Visual media originally helped to create a lingua franca for climate change, bringing images of melting glaciers and shrinking ice caps home. Lately, though, it’s struggled to advance the conversation. While innovations in data visualization can make invisible threats like carbon emissions feel real, photography continues to seek the beauty in everything—even when it shouldn’t be found. In June, The New York Times ran a story about Seattlelites scrambling for air conditioning units under a sumptuous sunset image of volleyball players on a local beach. A few days later, a “heat dome” explainer led with another backlit beach photo, this time of a giant red-and-white-striped parasol. The heat wave went on to kill at least 78 people in Washington alone—hundreds, by some estimates, across the region.

Social media only further constrains our options for existential pondering. Even if we wanted to express something new, and could find the words or images to do it, platforms like Twitter, Facebook, and Instagram offer just one or two set templates in which to communicate the full breadth of human experience. A Facebook post announcing your loved one dying is structurally the same as a Facebook post about adopting a dog, because there is only one Facebook post. If ABC erred in trying to make the tragic seem adorable, it was only one step beyond the co-mingling of tragedy and cuteness on our timelines daily.

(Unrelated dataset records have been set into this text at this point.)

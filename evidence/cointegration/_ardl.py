"""Panel ARDL in error-correction form: unit regressions (mean group) and pooled mean group ML (NumPy).

Each unit: ``Δy_t = c_i + φ_i y_t-1 + π_i'x_t-1 + Σ_{j=1..p-1} λ_ij Δy_t-j + Σ_{j=0..q-1} δ_ij'Δx_t-j
+ e_t`` with long-run coefficients ``θ_i = -π_i / φ_i`` (the column layout of statsmodels ``UECM``).
"""

from __future__ import annotations

from typing import Any

import numpy as np

from evidence.cointegration._data import batch_ols, lag_matrix

__all__ = ["SPEED", "ecm_arrays", "pmg_fit", "short_run_names", "unit_ecm"]


#: Name of the mean speed of adjustment ``φ`` among the MG and PMG coefficients.
SPEED = "error-correction speed"


def _change(name: str, lag: int) -> str:
    return f"Δ {name}" if lag == 0 else f"Δ {name}, lag {lag}"


def short_run_names(dependent: str, regressors: tuple[str, ...], p: int, q: int) -> list[str]:
    """Names of the short-run columns, in design order: ``Δ y, lag 1``, ``Δ x``, ``constant``."""
    names = [_change(dependent, j) for j in range(1, p)]
    for name in regressors:
        names += [_change(name, j) for j in range(q)]
    return [*names, "constant"]


def ecm_arrays(y: np.ndarray, x: np.ndarray, p: int, q: int) -> dict[str, np.ndarray]:
    """``dy`` (N, n), lagged levels ``y1`` (N, n) and ``x1`` (N, n, k), short-run block ``w`` (N, n, m)."""
    n_units, n_years, k = x.shape
    start = max(p, q)
    dy = np.concatenate([np.full((n_units, 1), np.nan), np.diff(y, axis=1)], axis=1)
    dx = np.concatenate([np.full((n_units, 1, k), np.nan), np.diff(x, axis=1)], axis=1)
    parts = []
    if p > 1:
        parts.append(lag_matrix(dy, list(range(1, p)))[:, start:])
    for m in range(k):
        parts.append(lag_matrix(dx[:, :, m], list(range(q)))[:, start:])
    parts.append(np.ones((n_units, n_years - start, 1)))
    return {"dy": dy[:, start:], "y1": y[:, start - 1:-1], "x1": x[:, start - 1:-1],
            "w": np.concatenate(parts, axis=2)}


def unit_ecm(arr: dict[str, np.ndarray]) -> dict[str, np.ndarray]:
    """Unit-by-unit OLS of the error-correction form: ``φ_i``, ``θ_i``, short-run coefficients."""
    z = np.concatenate([arr["y1"][:, :, None], arr["x1"], arr["w"]], axis=2)
    coef, resid, _ = batch_ols(arr["dy"], z)
    k = arr["x1"].shape[2]
    phi = coef[:, 0]
    return {"phi": phi, "theta": -coef[:, 1:1 + k] / phi[:, None], "short": coef[:, 1 + k:],
            "sigma2": np.mean(resid ** 2, axis=1)}


def _partial(arr: dict[str, np.ndarray]) -> tuple[np.ndarray, np.ndarray, np.ndarray]:
    """``Δy``, ``y_t-1`` and ``x_t-1`` net of each unit's short-run block ``w`` (the H_i projection)."""
    q, _ = np.linalg.qr(arr["w"])

    def h(v: np.ndarray) -> np.ndarray:
        if v.ndim == 2:
            return v - np.einsum("ntm,nm->nt", q, np.einsum("ntm,nt->nm", q, v))
        return v - np.einsum("ntm,nmk->ntk", q, np.einsum("ntm,ntk->nmk", q, v))

    return h(arr["dy"]), h(arr["y1"]), h(arr["x1"])


def pmg_fit(arr: dict[str, np.ndarray], theta0: np.ndarray, *, tol: float = 1e-10,
            max_iter: int = 2000) -> dict[str, Any]:
    """Pooled mean group maximum likelihood by back-substitution (Pesaran, Shin & Smith 1999).

    Given ``θ``: ``φ_i = (ξ_i'H_i ξ_i)^-1 ξ_i'H_i Δy_i`` with ``ξ_i = y_i,-1 - X_i,-1 θ`` and
    ``σ_i² = T_i^-1 |H_i(Δy_i - φ_i ξ_i)|²``. Given those:
    ``θ = -(Σ φ_i²/σ_i² X_i'H_i X_i)^-1 Σ φ_i/σ_i² X_i'H_i (Δy_i - φ_i y_i,-1)``.
    Iterate to convergence. The covariance of ``(θ, φ_1..φ_N)`` is the inverse of the information
    matrix with blocks ``Σ φ_i²/σ_i² X_i'H_i X_i``, ``-φ_i/σ_i² X_i'H_i ξ_i`` and
    ``ξ_i'H_i ξ_i/σ_i²`` (short-run coefficients concentrated out).
    """
    dy, y1, x1 = _partial(arr)
    n_obs = dy.shape[1]
    theta = np.asarray(theta0, dtype=float).copy()
    converged = False
    loglik_path = []
    for it in range(max_iter):  # noqa: B007 (read after the loop: the iteration count)
        xi = y1 - np.einsum("ntk,k->nt", x1, theta)
        phi = np.sum(xi * dy, axis=1) / np.sum(xi * xi, axis=1)
        resid = dy - phi[:, None] * xi
        sigma2 = np.mean(resid ** 2, axis=1)
        loglik_path.append(float(-0.5 * n_obs * np.sum(np.log(sigma2))))
        a = np.einsum("n,ntk,ntj->kj", phi ** 2 / sigma2, x1, x1)
        b = np.einsum("n,ntk,nt->k", phi / sigma2, x1, dy - phi[:, None] * y1)
        new = -np.linalg.solve(a, b)
        step = np.max(np.abs(new - theta))
        theta = new
        if step < tol * max(1.0, np.max(np.abs(theta))):
            converged = True
            break
    xi = y1 - np.einsum("ntk,k->nt", x1, theta)
    phi = np.sum(xi * dy, axis=1) / np.sum(xi * xi, axis=1)
    sigma2 = np.mean((dy - phi[:, None] * xi) ** 2, axis=1)
    k, n_units = theta.size, phi.size
    info = np.zeros((k + n_units, k + n_units))
    info[:k, :k] = np.einsum("n,ntk,ntj->kj", phi ** 2 / sigma2, x1, x1)
    cross = -np.einsum("n,ntk,nt->nk", phi / sigma2, x1, xi)
    info[:k, k:] = cross.T
    info[k:, :k] = cross
    info[k + np.arange(n_units), k + np.arange(n_units)] = np.sum(xi * xi, axis=1) / sigma2
    cov = np.linalg.inv(info)
    loglik = float(-0.5 * n_obs * np.sum(np.log(2 * np.pi * sigma2) + 1))
    return {"theta": theta, "phi": phi, "sigma2": sigma2, "cov_theta": cov[:k, :k],
            "se_phi": np.sqrt(np.diag(cov)[k:]), "iterations": it + 1, "converged": converged,
            "loglik": loglik}


def concentrated_loglik(arr: dict[str, np.ndarray], theta: np.ndarray) -> float:
    """The PMG log-likelihood at ``θ`` with ``φ_i``, ``σ_i²`` and short-run terms concentrated out."""
    dy, y1, x1 = _partial(arr)
    xi = y1 - np.einsum("ntk,k->nt", x1, np.asarray(theta, dtype=float))
    phi = np.sum(xi * dy, axis=1) / np.sum(xi * xi, axis=1)
    sigma2 = np.mean((dy - phi[:, None] * xi) ** 2, axis=1)
    return float(-0.5 * dy.shape[1] * np.sum(np.log(2 * np.pi * sigma2) + 1))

I’ve spent most of my “shot girl summer” outside. I rafted down the Snake River, below the saw-toothed Teton mountains whose beauty Roosevelt sought to preserve. In Anchorage, Alaska, I saw my first bear “in the wild”—a visibly injured black bear searching for food in suburban trash cans.

It was the Seattle heat wave that finally drove me indoors, checking myself and my dog into the only hotel room I could find, in a city where air conditioning is scarce. As the dog jumped back and forth between the two queen beds, I pulled the blinds down on the glimmering office buildings and feasted on the artificial cool. Aesthetics be damned: We were paying for peace of mind, in a room usually prized for its view.

When we checked out on Tuesday, the weather was reasonable again. I’d had the money to “beat the heat” for the day. But unicorn-shaped pool floaties and custom margaritas won’t do anything to beat the heat permanently. For Tahoe’s bears and countless humans, a pricy hotel room isn’t an option. From the sixteenth floor of the Sheraton Grand, it was clear the most beautiful planet is a habitable one.